Peter Angst, North House. For most wash-ups, life is a pathetic waste of time heaped upon a worthless individual. Not for Peter Angst, however, who believes that "true excellence can be sought even in failure." Last semester Angst performed what fans have called his greatest feat: staying up all night to write a two-page paper that was so late it could not possibly get credit anyway, than deciding the paper wasn't good enough at 5 a.m., throwing it out, and then sleeping through the hourly exams he had that day--all seven of them!
"That was a bad day," cringes Angst. "And to top it off, my roommate stole my girlfriend and then turned gay." What does Angst plan for the future? "I'm planning to take five high-level math courses, even though I failed the QRR. And Japanese--but I guess that all depends on whether I flunk out or not first."
Persephone Crabtree, Adams House.

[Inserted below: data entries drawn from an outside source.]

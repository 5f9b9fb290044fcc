//! The bar at the head of the window: where the sheet is kept, undo, files, print; and the messages under it.

use super::demos;
use super::keep::{NotOpened, Store};
use super::keys;
use super::margin::MARGIN;
use super::markup::{self, Markup, button, live, several, tag};
use super::names;
use super::state::Page;
use super::summary;
use crate::browser::files::{self, Content, Picked, Saved};
use crate::browser::page as window;
use crate::browser::store::NotKept;
use crate::file;
use crate::sheet::Document;
use crate::words::{self, page};
use leptos::prelude::*;

/// Bytes which a file may have.
pub(super) const LARGEST_FILE: usize = file::LARGEST_FILE;
/// The id of the hidden file input.
const FILE_INPUT: &str = "file-input";

/// A message under the bar which stays until it is dismissed.
#[derive(Debug, Clone, PartialEq)]
pub(super) enum Message {
    /// A file was not opened.
    FileRefused {
        /// Its name.
        name: String,
        /// Why.
        why: String,
    },
    /// A sheet could not be saved as a file.
    NotSaved,
}

/// The bar, and the messages under it.
pub(super) fn bar(page: Page) -> AnyView {
    let files = tag("NAV")
        .class("files")
        .set("aria-label", page::files_label())
        .with(named("new-sheet", page::new_sheet(), move || {
            start_anew(page)
        }))
        .with(named("demo-sheet", page::demo_sheet(), move || {
            if let Some(demo) = demos::DEMOS.first() {
                open_demo(page, demo);
            }
        }))
        .with(named("open-file", page::open_file(), choose_file))
        .with(named("save-file", page::save_file(), move || save(page)))
        .with(named("print", page::print(), window::print))
        .with(named("keys", page::keys_button(), summary::show_keys));
    let margin = button(move || page.is_margin_open.update(|is_open| *is_open = !*is_open))
        .class("margin-toggle")
        .id("toggle-margin")
        .set("aria-controls", MARGIN)
        .claim("aria-expanded", move || page.is_margin_open.get())
        .live_text(move || {
            let counts = page.notes.with(|notes| notes.counts());
            format!("{}: {counts}", page::heading_margin())
        });
    let input = tag("INPUT")
        .set("type", "file")
        .id(FILE_INPUT)
        .set("accept", ".json,application/json")
        .set("hidden", "")
        .set("aria-label", page::open_file())
        .on("change", move |_| {
            files::read_chosen(FILE_INPUT, LARGEST_FILE, move |picked| open(page, picked));
        });
    let undo = step_button(
        "undo",
        "Ctrl Z",
        move || named_undo(page),
        move || page.undo(),
    );
    let redo = step_button(
        "redo",
        "Ctrl Y",
        move || named_redo(page),
        move || page.redo(),
    );
    let bar = tag("HEADER")
        .class("bar")
        .set("aria-label", page::bar_label())
        .with(
            tag("A")
                .class("skip")
                .set("href", "#title-head")
                .text(page::skip_to_sheet()),
        )
        .with(tag("B").class("program").text(page::program()))
        .with(tag("P").class("kept").live_text(move || kept(page)))
        .with(tag("SPAN").class("steps-back").with(undo).with(redo))
        .with(files)
        .with(margin)
        .with(input)
        .done();
    several(vec![bar, live(move || messages(page))])
}

fn named(id: &'static str, text: &'static str, act: impl FnMut() + Send + 'static) -> Markup {
    button(act).id(id).text(text)
}

/// A button which goes one step through the history, named by that step.
fn step_button(
    id: &'static str,
    key: &'static str,
    step: impl Fn() -> Option<String> + Copy + Send + 'static,
    act: impl FnMut() + Send + 'static,
) -> Markup {
    button(act)
        .id(id)
        .live("title", step)
        .claim("aria-disabled", move || step().is_none())
        .with(tag("KBD").text(key))
        .with(tag("SPAN").live_text(move || {
            step().unwrap_or_else(|| {
                if id == "undo" {
                    page::undo()
                } else {
                    page::redo()
                }
                .to_owned()
            })
        }))
}

fn named_undo(page: Page) -> Option<String> {
    page.history.with(|history| {
        let edit = history.undoable()?;
        Some(page::undo_named(&names::edit(edit, history.now())))
    })
}

fn named_redo(page: Page) -> Option<String> {
    page.history.with(|history| {
        let edit = history.redoable()?;
        Some(page::redo_named(&names::edit(edit, history.now())))
    })
}

/// Where the sheet is kept, in the browser and in a file.
fn kept(page: Page) -> String {
    let here = match page.keeping.store.get() {
        Store::Untouched => None,
        Store::Kept(time) => Some(page::saved_here_at(&time)),
        Store::Aside(_) => Some(page::kept_aside().to_owned()),
        Store::Refused(_) => Some(page::not_kept_here().to_owned()),
    };
    let in_file = page.with(|document| match page.keeping.file_of(document) {
        Some((name, true)) => page::in_file(&name),
        Some((name, false)) => page::changed_since(&name),
        None if document.sheet.is_empty() => String::new(),
        None => page::not_in_file().to_owned(),
    });
    match here {
        Some(here) if in_file.is_empty() => here,
        Some(here) => format!("{here}. {in_file}."),
        None => in_file,
    }
}

/// Saves the sheet as a file. Called while a click or a key is handled, since browsers ask for that.
pub(super) fn save(page: Page) {
    // What is still being typed belongs into the file.
    keys::finish(page);
    window::finish_typing();
    let document = page.peek(Document::clone);
    let text = file::write(&document);
    files::save(&names::file(&document), text, move |saved| match saved {
        Saved::InFile(name) | Saved::HandedOver(name) => {
            page.say(page::file_saved_as(&name));
            page.keeping.is_in_file(name, document);
        }
        Saved::GivenUp => {}
        Saved::Failed => page.message.set(Some(Message::NotSaved)),
    });
}

/// Opens the file window.
pub(super) fn choose_file() {
    files::choose(FILE_INPUT);
}

/// Opens a picked file, or says why not; the sheet in hand stays then.
pub(super) fn open(page: Page, picked: Picked) {
    let read = match picked.content {
        Content::Text(text) => file::read(&text).map_err(|refusal| words::file_refusal(&refusal)),
        Content::TooLarge => Err(page::file_too_large().to_owned()),
        Content::Unreadable => Err(page::file_unreadable().to_owned()),
    };
    match read {
        Ok(document) => {
            page.message.set(None);
            page.replace(document.clone());
            page.keeping.is_in_file(picked.name.clone(), document);
            page.say(page::file_opened_as(&picked.name));
        }
        Err(why) => page.message.set(Some(Message::FileRefused {
            name: picked.name,
            why,
        })),
    }
}

/// Puts an empty sheet in place of this one.
fn start_anew(page: Page) {
    page.replace(Document::default());
    page.say(page::sheet_replaced().to_owned());
    window::focus("new-sheet");
}

/// Puts a demo sheet in place of this one.
pub(super) fn open_demo(page: Page, demo: &'static demos::Demo) {
    match file::read(demo.text) {
        Ok(document) => {
            page.replace(document);
            page.say(page::file_opened_as(demo.name));
            window::focus_soon("title-head".to_owned());
        }
        Err(refusal) => page.message.set(Some(Message::FileRefused {
            name: demo.name.to_owned(),
            why: words::file_refusal(&refusal),
        })),
    }
}

fn messages(page: Page) -> AnyView {
    let messages = [
        page.message
            .get()
            .map(|message| message_view(page, &message)),
        store_message(page),
        page.keeping
            .elsewhere
            .with(Option::is_some)
            .then(|| other_tab(page)),
        rescued(page),
    ];
    several(messages.into_iter().flatten().collect())
}

fn message(id: &'static str, text: Vec<AnyView>) -> Markup {
    tag("DIV")
        .class("message")
        .id(id)
        .set("role", "alert")
        .with(tag("P").children(text))
}

fn message_view(page: Page, shown: &Message) -> AnyView {
    let (head, text) = match shown {
        Message::FileRefused { name, why } => (
            format!("{}: {name}", page::file_refused_title()),
            format!(" {why} {}", page::file_refused_kept()),
        ),
        Message::NotSaved => (
            page::save_failed_title().to_owned(),
            format!(" {}", page::save_failed()),
        ),
    };
    let close = move || {
        page.message.set(None);
        window::focus("open-file");
    };
    message(
        "message",
        vec![tag("B").say(head).done(), markup::words(text)],
    )
    .with(button(close).text(page::close()))
    .done()
}

fn store_message(page: Page) -> Option<AnyView> {
    let Store::Refused(why) = page.keeping.store.get() else {
        return None;
    };
    let text = match why {
        NotKept::Missing => page::store_missing(),
        NotKept::Full => page::store_full(),
    };
    let save = button(move || save(page)).text(page::save_file());
    Some(
        message("store-message", vec![markup::words(text.to_owned())])
            .with(save)
            .done(),
    )
}

fn other_tab(page: Page) -> AnyView {
    let take = move || match page.keeping.take_other() {
        Some(Ok(document)) => {
            page.replace(document);
            page.say(page::other_tab_taken().to_owned());
        }
        Some(Err(refusal)) => page.message.set(Some(Message::FileRefused {
            name: page::other_tab_name().to_owned(),
            why: words::file_refusal(&refusal),
        })),
        None => {}
    };
    let keep = move || page.peek(|document| page.keeping.keep_this(document));
    message(
        "other-tab",
        vec![markup::words(page::other_tab().to_owned())],
    )
    .with(named("take-other", page::other_tab_take(), take))
    .with(named("keep-this", page::other_tab_keep(), keep))
    .done()
}

fn rescued(page: Page) -> Option<AnyView> {
    let rescued = page.keeping.rescued.get()?;
    let why = match &rescued.why {
        NotOpened::Stopped => page::stopped_twice().to_owned(),
        NotOpened::Earlier => page::rescued_earlier().to_owned(),
        NotOpened::Replaced => page::rescued_replaced().to_owned(),
        NotOpened::Aside => page::rescued_aside().to_owned(),
        NotOpened::Unreadable(refusal) => format!(
            "{} {}",
            page::store_unreadable(),
            words::file_refusal(refusal)
        ),
    };
    let text = rescued.text;
    let save = move || {
        files::save(page::rescued_file_name(), text.clone(), move |saved| {
            if saved == Saved::Failed {
                page.message.set(Some(Message::NotSaved));
            }
        });
    };
    let done = move || page.keeping.drop_rescued();
    Some(
        message("rescued", vec![markup::words(why)])
            .with(named("save-rescued", page::save_kept_text(), save))
            .with(named("drop-rescued", page::rescued_drop(), done))
            .done(),
    )
}
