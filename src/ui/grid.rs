//! The feeder list: a grid with one row for each feeder.
//!
//! All events are heard at the table and find their cell by its id, so that a cell is plain markup and a row costs one
//! memo. Not here: what stands in a cell ([`super::columns`]), what the keys mean ([`super::keys`]).

use super::columns::{COLUMNS, Column, Content, Group};
use super::field::{keypad, options, shown, unchosen, why_refused};
use super::keys;
use super::markup::{Markup, each, live, nothing, several, tag, unseen};
use super::shared::Shared;
use super::shown::{Holding, Shown, Writing, grade_mark};
use super::spot;
use super::state::Page;
use crate::browser::page as window;
use crate::sheet::{Document, Drafts, Item, Shape, UnitSystem, spec};
use crate::words::page;
use crate::work::WorkedFeeder;
use crate::working::{Grade, Holder, HolderId, Place};
use leptos::prelude::*;
use std::collections::BTreeMap;

/// The id of the control in which a cell is edited.
pub(super) const EDITOR: &str = "cell-editor";

/// The id of the text which says why what is edited was refused before. It stands beside the grid: a cell being edited
/// holds its control alone.
const EDITOR_WHY: &str = "cell-editor-why";

/// A cell of the grid.
#[derive(Debug, Clone, Copy, PartialEq, Eq)]
pub(super) struct Cell {
    /// The feeder in whose row it is.
    pub(super) row: HolderId,
    /// Its column, counted from nought.
    pub(super) column: usize,
}

/// A cell being edited.
#[derive(Debug, Clone, PartialEq)]
pub(super) struct Editing {
    /// The cell.
    pub(super) cell: Cell,
    /// Its place on the sheet.
    pub(super) place: Place,
    /// The text with which the edit began.
    pub(super) text: String,
    /// How the cell is edited.
    pub(super) how: How,
}

/// How a cell is edited.
#[derive(Debug, Clone, Copy, PartialEq, Eq)]
pub(super) enum How {
    /// Typing, with the old text selected.
    Whole,
    /// Typing, behind what was typed already.
    Onward,
    /// Choosing from a list.
    List,
}

impl Cell {
    /// The id of the cell's element.
    pub(super) fn id(self) -> String {
        format!("cell-{}-{}", self.row.0, self.column)
    }

    /// The cell whose element has this id.
    pub(super) fn of_id(id: &str) -> Option<Self> {
        let (row, column) = id.strip_prefix("cell-")?.split_once('-')?;
        Some(Self {
            row: HolderId(row.parse().ok()?),
            column: column.parse().ok()?,
        })
    }

    /// The column.
    pub(super) fn column(self) -> Option<Column> {
        COLUMNS.get(self.column).copied()
    }

    /// The place which is entered in this cell.
    pub(super) fn place(self) -> Option<Place> {
        Some(Place {
            holder: Holder::Feeder(self.row),
            field: self.column()?.field()?,
        })
    }
}

/// Moves the cursor to a cell, and the focus with it.
pub(super) fn go_to(page: Page, cell: Cell) {
    mark(page, cell);
    window::focus(&cell.id());
}

/// As [`go_to`], once the page has been brought up to date.
pub(super) fn go_to_soon(page: Page, cell: Cell) {
    crate::browser::soon(move || go_to(page, cell));
}

/// Makes a cell the one which Tab reaches.
pub(super) fn mark(page: Page, cell: Cell) {
    let before = page.cursor.get_untracked();
    if let Some(before) = before.filter(|before| *before != cell) {
        window::set_attribute(&before.id(), "tabindex", "-1");
    }
    window::set_attribute(&cell.id(), "tabindex", "0");
    if before != Some(cell) {
        page.cursor.set(Some(cell));
    }
}

/// The feeders in their order.
pub(super) fn rows(document: &Document) -> Vec<HolderId> {
    document.sheet.feeders.iter().map(|item| item.id).collect()
}

/// Keeps one cell within reach of Tab, whatever came of the rows.
fn keep_reachable(page: Page, rows: &[HolderId]) {
    let cursor = page.cursor.get_untracked();
    let there = cursor.filter(|cell| rows.contains(&cell.row));
    let first = rows.first().map(|row| Cell {
        row: *row,
        column: 0,
    });
    match there.or(first) {
        Some(cell) => mark(page, cell),
        None => page.cursor.set(None),
    }
}

/// The grid with its heads.
pub(super) fn grid(page: Page) -> AnyView {
    Effect::new(move || {
        let rows = page.with(rows);
        // After the rows are drawn.
        crate::browser::soon(move || keep_reachable(page, &rows));
    });
    let heads = live(move || several(column_heads(page)));
    let body = each(move || page.with(rows), |id| id.0.to_string(), row, page);
    let table = tag("TABLE")
        .id("feeder-grid")
        .class("grid")
        .set("role", "grid")
        .set("aria-label", page::grid_label())
        .set("aria-describedby", "grid-help")
        .put("aria-colcount", COLUMNS.len().to_string())
        .live("aria-rowcount", move || {
            Some((page.with(|document| document.sheet.feeders.len()) + 2).to_string())
        })
        .on("keydown", move |event| keys::on_key(page, &event))
        .on("focusin", move |event| keys::on_focus(page, event.target()))
        .on("focusout", move |event| {
            keys::on_leave(page, event.target())
        })
        .on("mousedown", move |event| {
            keys::on_press(page, event.target());
        })
        .on("click", move |event| {
            keys::on_click(page, event.target());
        })
        .on("input", move |event| keys::on_typing(page, event.target()))
        .with(tag("COLGROUP").children(COLUMNS.iter().map(|_| tag("COL").done())))
        .with(
            tag("THEAD")
                .with(tag("TR").children(group_heads()))
                .with(tag("TR").child(heads)),
        )
        .with(tag("TBODY").child(body));
    several(vec![
        tag("DIV").class("scroll").with(table).done(),
        tag("P")
            .id("grid-help")
            .class("help")
            .text(page::grid_help())
            .done(),
        tag("P")
            .id(EDITOR_WHY)
            .class("unseen")
            .live_text(move || {
                page.editing.with(|editing| {
                    let refused = editing.as_ref().and_then(|editing| why(page, editing));
                    refused.unwrap_or_default()
                })
            })
            .done(),
    ])
}

fn group_heads() -> Vec<AnyView> {
    Group::spans()
        .into_iter()
        .enumerate()
        .map(|(position, (group, columns))| {
            tag("TH")
                .class(if position == 0 {
                    "group"
                } else {
                    "group begins"
                })
                .set("scope", "colgroup")
                .put("colspan", columns.to_string())
                .text(group.head())
                .done()
        })
        .collect()
}

fn column_heads(page: Page) -> Vec<AnyView> {
    let system = page.system();
    let mut before = None;
    COLUMNS
        .iter()
        .map(|column| {
            tag("TH")
                .class(cell_class(*column, before.replace(*column)))
                .set("scope", "col")
                .say(format!("{} ", column.head()))
                .with(tag("SMALL").text(column.unit(system)))
                .done()
        })
        .collect()
}

fn cell_class(column: Column, before: Option<Column>) -> &'static str {
    match (column.is_number, column.begins_group(before)) {
        (true, true) => "number begins",
        (true, false) => "number",
        (false, true) => "begins",
        (false, false) => "",
    }
}

/// Of what a row is drawn. What was neither entered nor worked again is the very same, so an edit draws only the rows it
/// has to do with.
#[derive(Clone, PartialEq)]
struct Drawn {
    item: Shared<Item>,
    feeder: Shared<WorkedFeeder>,
    drafts: Drafts,
    grades: Vec<Grade>,
    system: UnitSystem,
    /// The cell being edited, where it is in this row.
    editing: Option<Editing>,
}

/// What a row shows.
struct Row {
    cells: Vec<Shown>,
    grades: Vec<Grade>,
    /// Why texts were refused, by column.
    refusals: BTreeMap<usize, String>,
    editing: Option<Editing>,
}

impl Drawn {
    /// What there is to draw of a feeder; `row` is where it was found last, and is found again.
    fn of(page: Page, id: HolderId, row: &mut usize) -> Option<Self> {
        let holder = Holder::Feeder(id);
        let (item, drafts) = page.with(|document| {
            let items = &document.sheet.feeders;
            if items.get(*row).is_none_or(|item| item.id != id) {
                *row = items.iter().position(|item| item.id == id)?;
            }
            let drafts = document.drafts.iter();
            let drafts: Drafts = drafts
                .filter(|(place, _)| place.holder == holder)
                .map(|(place, text)| (*place, text.clone()))
                .collect();
            Some((items.get(*row).map(Shared::from)?, drafts))
        })?;
        let feeder = page.worked.with(|worked| {
            let there = worked.feeders.get(*row).filter(|feeder| feeder.id == id);
            there.or(spot::feeder(worked, id)).map(Shared::from)
        })?;
        Some(Self {
            item,
            feeder,
            drafts,
            grades: page.notes.with(|notes| notes.grades_at(holder)),
            system: page.system(),
            editing: page
                .editing
                .with(|editing| editing.clone().filter(|editing| editing.cell.row == id)),
        })
    }

    fn row(&self) -> Row {
        let holding = Holding {
            record: Some(&self.item.record),
            drafts: &self.drafts,
            assumptions: &self.feeder.assumptions,
            system: self.system,
        };
        let cells: Vec<Shown> = COLUMNS
            .iter()
            .map(|column| column.shown(holding, &self.feeder))
            .collect();
        let refusals: BTreeMap<usize, String> = cells
            .iter()
            .enumerate()
            .filter_map(|(position, shown)| match shown {
                Shown::Refused(text) => {
                    let field = COLUMNS.get(position)?.field()?;
                    Some((position, why_refused(field, text, self.system)))
                }
                _ => None,
            })
            .collect();
        Row {
            cells,
            grades: self.grades.clone(),
            refusals,
            editing: self.editing.clone(),
        }
    }
}

fn row(page: Page, id: HolderId) -> AnyView {
    let place = StoredValue::new(0);
    let drawn = Memo::new(move |_| {
        let mut row = place.get_value();
        let drawn = Drawn::of(page, id, &mut row);
        place.set_value(row);
        drawn
    });
    tag("TR")
        .live("class", move || {
            drawn.with(|drawn| {
                let drawn = drawn.as_ref()?;
                (!drawn.feeder.is_running).then(|| "standby".to_owned())
            })
        })
        .child(live(move || {
            drawn.with(|drawn| match drawn {
                Some(drawn) => several(cells(page, id, &drawn.row())),
                None => nothing(),
            })
        }))
        .done()
}

fn cells(page: Page, id: HolderId, row: &Row) -> Vec<AnyView> {
    let mut before = None;
    COLUMNS
        .iter()
        .zip(&row.cells)
        .enumerate()
        .map(|(position, (column, shown))| {
            let cell = Cell {
                row: id,
                column: position,
            };
            let class = cell_class(*column, before.replace(*column));
            cell_view(page, cell, shown, row, class)
        })
        .collect()
}

/// A cell. Its element stays the same whether it is edited or not, so that the focus can rest on it.
fn cell_view(page: Page, cell: Cell, shown: &Shown, row: &Row, class: &str) -> AnyView {
    let id = cell.id();
    let editing = row.editing.as_ref().filter(|editing| editing.cell == cell);
    let why = row.refusals.get(&cell.column);
    let why_id = format!("{id}-why");
    let ink = match editing {
        Some(_) => "editing",
        None => shown.class(),
    };
    let of_why = |value: &str| why.is_some().then(|| value.to_owned());
    let element = if cell.column == 0 {
        tag("TH").set("scope", "row").set("role", "rowheader")
    } else {
        let is_fixed = cell.place().is_none();
        tag("TD")
            .set("role", "gridcell")
            .maybe("aria-readonly", is_fixed.then(|| "true".to_owned()))
    };
    let element = element
        .put("class", format!("{class} {ink}"))
        .put("id", id)
        .set("tabindex", "-1")
        .maybe("aria-invalid", of_why("true"))
        .maybe(
            "aria-describedby",
            of_why(&why_id).filter(|_| editing.is_none()),
        );
    match editing {
        Some(editing) => element.child(editor(page, editing)),
        None => element.children(cell_content(cell, shown, row, why.map(|why| (why_id, why)))),
    }
    .done()
}

fn cell_content(
    cell: Cell,
    shown: &Shown,
    row: &Row,
    why: Option<(String, &String)>,
) -> Vec<AnyView> {
    let mut content = vec![
        tag("SPAN")
            .class("value")
            .say(shown.text().to_owned())
            .done(),
    ];
    if !shown.spoken().is_empty() {
        content.push(unseen(format!(", {}", shown.spoken())));
    }
    if let Some((id, why)) = why {
        content.push(
            tag("SPAN")
                .class("unseen")
                .put("id", id)
                .say(why.clone())
                .done(),
        );
    }
    if cell
        .column()
        .is_some_and(|column| column.content == Content::Marks)
    {
        content.extend(row.grades.iter().map(|grade| grade_mark(*grade)));
    }
    content
}

/// Why the text with which an edit began was refused; what is typed anew has not been refused yet.
fn why(page: Page, editing: &Editing) -> Option<String> {
    let system = untrack(|| page.system());
    let draft = page.peek(|document| document.drafts.get(&editing.place).cloned())?;
    (editing.how == How::Whole).then(|| why_refused(editing.place.field, &draft, system))
}

/// The control in which a cell is edited.
fn editor(page: Page, editing: &Editing) -> AnyView {
    let place = editing.place;
    let shape = spec(place.field).shape;
    let name = page.peek(|document| spot::Spot::Field(place).name(document));
    let is_refused = why(page, editing).is_some();
    let of_why = |value: &str| is_refused.then(|| value.to_owned());
    let named = |control: Markup| {
        control
            .id(EDITOR)
            .put("aria-label", name)
            .maybe("aria-invalid", of_why("true"))
            .maybe("aria-describedby", of_why(EDITOR_WHY))
    };
    if let (How::List, Shape::Choice(offered)) = (editing.how, shape) {
        let picked = page.peek(|document| {
            let record = document.sheet.record(place.holder)?;
            record.choice(place.field)
        });
        let first = untrack(|| unchosen(&shown(page, place, Writing::Bare)));
        return named(tag("SELECT"))
            .children(options(first, offered, picked))
            .done();
    }
    let text = editing.text.clone();
    named(tag("INPUT"))
        .set("type", "text")
        .set("inputmode", keypad(shape))
        .set("autocomplete", "off")
        .set("spellcheck", "false")
        .value(move || text.clone())
        .done()
}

Although Persephone is an honors candidate in Dadaist Lesbian Poetry, she has never lost, she say, "a strong moral commitment to mankind's responsibility to use science for the collective human good." No one was surprised, then, that it was the talented Miss Crabtree who finally cracked a puzzle which had been puzzling experts for a decade.
"We had been aware of the building's presence since the early seventies, "explains Dean of Life Stephen Jay Gould. "But it wasn't until about 10 years ago that we got around to asking ourselves, 'Just what the hell is the Center for Basic Research actually for?' Now Advanced Research, like what I do, that makes sense. But Basic Research? What the hell is that?"
Ever since, scientists had been monitoring the mysterious building with advanced detectors and radio-sounding equipment, but it was not until Crabtree tried an innovative new technique--looking in through the window at close distance--that the mystery was resolved. "They were just sitting around desks and stuff," reports Crabtree. "I don't think they were doing anything at all."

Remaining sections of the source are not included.